In the beginning, physicist Peter Nirmalraj wanted to gain deeper insights into the process of Alzheimer's disease in order to provide medical research with a basis for possible early diagnostics and new therapies. One step further would be to decipher the role of amyloid beta peptides and tau proteins, which are associated with the neurodegenerative disease.

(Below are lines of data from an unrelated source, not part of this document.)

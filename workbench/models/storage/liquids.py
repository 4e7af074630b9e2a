"""Liquid fuels at ambient pressure: density against temperature (ASTM D1250-80).

The fuel's declared density at 15 °C corrected for temperature with the volume-correction
equation of the petroleum measurement tables (ASTM D1250-80 / API MPMS 11.1, Table 54B
"generalized products").
"""

from __future__ import annotations

import numpy as np
from numpy.typing import ArrayLike

from workbench.core.constants import T_STANDARD, ZERO_CELSIUS
from workbench.core.errors import InputError
from workbench.core.fuels import Fuel, load_fuel
from workbench.models.storage.fluids import _celsius

#: Temperatures the liquid-fuel model accepts [K]: -40 °C to +70 °C, the service range of
#: vehicle fuel tanks (typical value). Diesel grades gel well above -40 °C in summer grades:
#: check the grade's cold filter plugging point.
LIQUID_TEMPERATURE_RANGE = (233.15, 343.15)

#: ASTM D1250-80 Table 54B bands: (upper density [kg/m3], K0 [kg2/m6/K], K1 [kg/m3/K],
#: A [1/K]) with alpha15 = K0/rho^2 + K1/rho + A. Constants from memory; they join up at
#: the band edges to four digits, which tests/test_storage.py checks.
_TABLE_54B = (
    (770.5, 346.4228, 0.4388, 0.0),  # gasolines, from 653 kg/m3
    (787.5, 2680.3206, 0.0, -0.00336312),  # transition zone
    (838.5, 594.5418, 0.0, 0.0),  # jet fuels, kerosene
    (1075.0, 186.9696, 0.4862, 0.0),  # fuel oils, diesel
)
_TABLE_54B_LOWEST = 653.0



def thermal_expansion_coefficient(density_15: float, *, where: str = "density_15") -> float:
    """Thermal expansion coefficient of a petroleum liquid at 15 °C [1/K].

    Parameters
    ----------
    density_15 : float
        Density at 15 °C [kg/m3], 653 to 1075.
    where : str, optional
        Name of the input that error messages name.

    Returns
    -------
    float
        :math:`\\alpha_{15} = K_0/\\rho_{15}^2 + K_1/\\rho_{15} + A` with the constants of the
        density band (ASTM D1250-80 Table 54B, generalized products; from memory): about
        0.00085 1/K for a diesel of 835 kg/m3 and 0.0012 1/K for a gasoline of 745 kg/m3.

    Raises
    ------
    InputError
        A density outside the table's 653–1075 kg/m3.
    """
    if not _TABLE_54B_LOWEST <= density_15 <= _TABLE_54B[-1][0]:
        raise InputError(where, f"{density_15:g} kg/m3 is outside the "
                         f"{_TABLE_54B_LOWEST:g}–{_TABLE_54B[-1][0]:g} kg/m3 of the volume-"
                         "correction table; give thermal_expansion explicitly")
    k0, k1, a = next(band[1:] for band in _TABLE_54B if density_15 <= band[0])
    return k0 / density_15**2 + k1 / density_15 + a


def liquid_density(
    fuel: Fuel | str, temperature: ArrayLike, *, thermal_expansion: float | None = None
) -> float | np.ndarray:
    """Density of a liquid fuel at a temperature [kg/m3].

    Parameters
    ----------
    fuel : Fuel or str
        A liquid fuel with a declared density at 15 °C (``Fuel.liquid_density``).
    temperature : array_like
        Liquid temperature [K], within :data:`LIQUID_TEMPERATURE_RANGE`.
    thermal_expansion : float, optional
        Thermal expansion coefficient at 15 °C [1/K]; from
        :func:`thermal_expansion_coefficient` by default.

    Returns
    -------
    float or numpy.ndarray
        :math:`\\rho = \\rho_{15} \\exp(-\\alpha \\Delta T (1 + 0.8 \\alpha \\Delta T))` with
        :math:`\\Delta T = T - 288.15` (the volume-correction factor of ASTM D1250-80).
    """
    fuel = load_fuel(fuel)
    if fuel.is_gas:
        raise InputError(fuel.id, "is a gas at 15 °C; use the liquefied or compressed model")
    if fuel.liquid_density is None:
        raise InputError(f"{fuel.id}: [liquid].density_kg_per_m3", "is needed for liquid "
                         "storage; add a [liquid] table to the fuel file")
    alpha = thermal_expansion
    if alpha is None:
        alpha = thermal_expansion_coefficient(
            fuel.liquid_density, where=f"{fuel.id}: [liquid].density_kg_per_m3")
    lo, hi = LIQUID_TEMPERATURE_RANGE
    t = np.asarray(temperature, dtype=float)
    bad = t[np.isfinite(t) & ((t < lo) | (t > hi))]
    if bad.size:
        raise InputError("temperature", f"{_celsius(bad.flat[0])} is outside "
                         f"{lo - ZERO_CELSIUS:.0f}…{_celsius(hi, '.0f')}, the range the "
                         "liquid-fuel model covers (below it diesel gels)")
    dt = t - T_STANDARD
    rho = fuel.liquid_density * np.exp(-alpha * dt * (1.0 + 0.8 * alpha * dt))
    return float(rho) if rho.ndim == 0 else rho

However, if one approaches the tiny peptide structures with a microscope, the view into the molecular universe becomes distorted all too easily. "An imaging technique must not alter the original state of the peptides, otherwise valuable information on their characteristic properties will be lost" Nirmalraj says. That's why the Empa scientist searched for a technique that left the peptides pristine.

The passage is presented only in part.